— Directions for this task —
From the data below, return all lines holding the string "Python".

[Dataset excerpts — start]

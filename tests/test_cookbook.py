"""Every cookbook recipe (configs/cookbook/) runs on invented data the test writes, with no Python warning,
and recovers the invented enzyme's parameters where the scenario has them.

The data come from tests/cookbook_data.py (invented scenarios). The true values checked below are the
ones the simulation used (kcat 20 1/s, Km 50 uM, ...): a check of the whole pipeline against the model that
generated the data, with tolerances set by the read noise.
"""

from __future__ import annotations

import shutil
import warnings
from pathlib import Path

import numpy as np
import pandas as pd
import pytest
from vzero.cli.main import main
from vzero.run.runner import check_inputs, run

from tests.cookbook_data import KM, WRITERS

COOKBOOK = Path(__file__).resolve().parents[1] / "configs" / "cookbook"
RECIPES = sorted(p.name for p in COOKBOOK.glob("*.yaml"))


def _setup(name: str, folder: Path) -> Path:
    WRITERS[name](folder)
    shutil.copy(COOKBOOK / name, folder / name)
    return folder / name


def _param(fits: pd.DataFrame, model: str, name: str) -> float:
    row = fits[(fits["model"] == model) & (fits["parameter"] == name)]
    return float(row["estimate"].iloc[0])


def test_every_cookbook_recipe_has_invented_data():
    assert RECIPES and set(RECIPES) == set(WRITERS)


@pytest.mark.parametrize("name", RECIPES)
def test_cookbook_recipe_checks_and_runs_quietly(name: str, tmp_path: Path):
    recipe = _setup(name, tmp_path)
    check_inputs(recipe)
    with warnings.catch_warnings():
        warnings.simplefilter("error")  # no Python warning may reach the user
        result = run(recipe, tmp_path / "out")
    assert result.exit_code == 0, result.failed_items
    fits = result.fits
    if name in ("absorbance-product.yaml", "substrate-consumed.yaml", "declared-layout.yaml", "batch.yaml"):
        km = _param(fits, "michaelis-menten", "Km")
        assert km == pytest.approx(30.0 if name == "substrate-consumed.yaml" else KM, rel=0.25)
    if name == "absorbance-product.yaml":
        assert _param(fits, "michaelis-menten", "kcat") == pytest.approx(20.0, rel=0.15)
    if name == "fluorescence-standard-curve.yaml":
        assert set(result.rates["rate_unit"]) == {"uM/min"}
        assert any("P24" in w for w in result.warnings)  # the saturated top standard, said in words
        assert _param(fits, "substrate-inhibition", "Km") == pytest.approx(KM, rel=0.3)
    if name == "inhibitor-matrix.yaml":
        assert _param(fits, "competitive", "Kic") == pytest.approx(15.0, rel=0.3)
    if name == "batch.yaml":
        assert set(result.rates["plate"]) == {"plate-1", "plate-2", "plate-3"}
    if name == "models-per-group.yaml":  # two fit steps, each on the groups its select picks
        by_step = fits.groupby("step")[["group", "model"]].apply(lambda f: sorted(set(map(tuple, f.values))))
        assert by_step.to_dict() == {"05-fit-nls": [("VZ-7", "hill"), ("VZ-7", "michaelis-menten")],
                                     "06-fit-nls": [("VZ-7 + VZI-4", "logistic-4p")]}
        assert not any("cannot apply" in w for w in result.warnings)  # select left no model where it cannot apply
        assert _param(fits, "michaelis-menten", "Km") == pytest.approx(KM, rel=0.25)
        # competitive: IC50 = Kic(1 + S/Km) = 20 uM x 2 at S = Km (Cheng & Prusoff 1973), Ki back to Kic 20 uM
        assert _param(fits, "logistic-4p", "IC50") == pytest.approx(40.0, rel=0.35)
        assert _param(fits, "logistic-4p", "Ki") == pytest.approx(20.0, rel=0.35)
        assert set(result.tables["model_comparison"].frame["step"]) == {"05-fit-nls", "06-fit-nls"}


def test_rerun_an_old_audit_file_with_a_new_recipe(tmp_path: Path, capsys):
    recipe = _setup("absorbance-product.yaml", tmp_path)
    shutil.copy(COOKBOOK / "absorbance-product-rerun.yaml", tmp_path)
    assert main(["run", str(recipe), "-q"]) == 0
    old = tmp_path / "absorbance-product" / "run.h5"
    new = tmp_path / "window"
    assert main(["rerun", str(old), "--recipe", str(tmp_path / "absorbance-product-rerun.yaml"), "--out",
                 str(new), "-q"]) == 0
    assert main(["diff", str(old), str(new / "run.h5")]) == 0
    said = capsys.readouterr().out
    assert "method: window" in said and "summary:" in said
    rates = pd.read_csv(new / "rates.csv")
    samples = rates[rates["role"] == "sample"]
    assert set(rates["method"]) == {"window"} and np.isfinite(samples["rate"]).all() and len(samples) == 36


@pytest.mark.parametrize("name", RECIPES)
def test_cookbook_recipes_use_only_documented_keys(name: str):
    import yaml

    page = (COOKBOOK.parents[1] / "docs" / "recipe-reference.md").read_text("utf-8")
    sections = {s.split("\n", 1)[0].strip(): s for s in page.split("\n### ")[1:]}
    recipe = yaml.safe_load((COOKBOOK / name).read_text("utf-8"))
    missing = [k for k in recipe if f"| `{k}` |" not in page]
    for step in recipe["steps"]:
        for kind, body in step.items():
            section = sections[f"{kind}: {body['method']}"]
            missing += [f"{kind}.{k}" for k in body if k != "method" and f"| `{k}` |" not in section]
    missing += [f"assay.{k}" for k in recipe.get("assay", {}) if f"| `{k}` |" not in page]
    assert missing == [], f"{name} uses keys the reference does not document: {missing}"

[Dataset excerpts — finish]

— Worked solution —
"""Every cookbook recipe (configs/cookbook/) runs on invented data the test writes, with no Python warning,
        warnings.simplefilter("error")  # no Python warning may reach the user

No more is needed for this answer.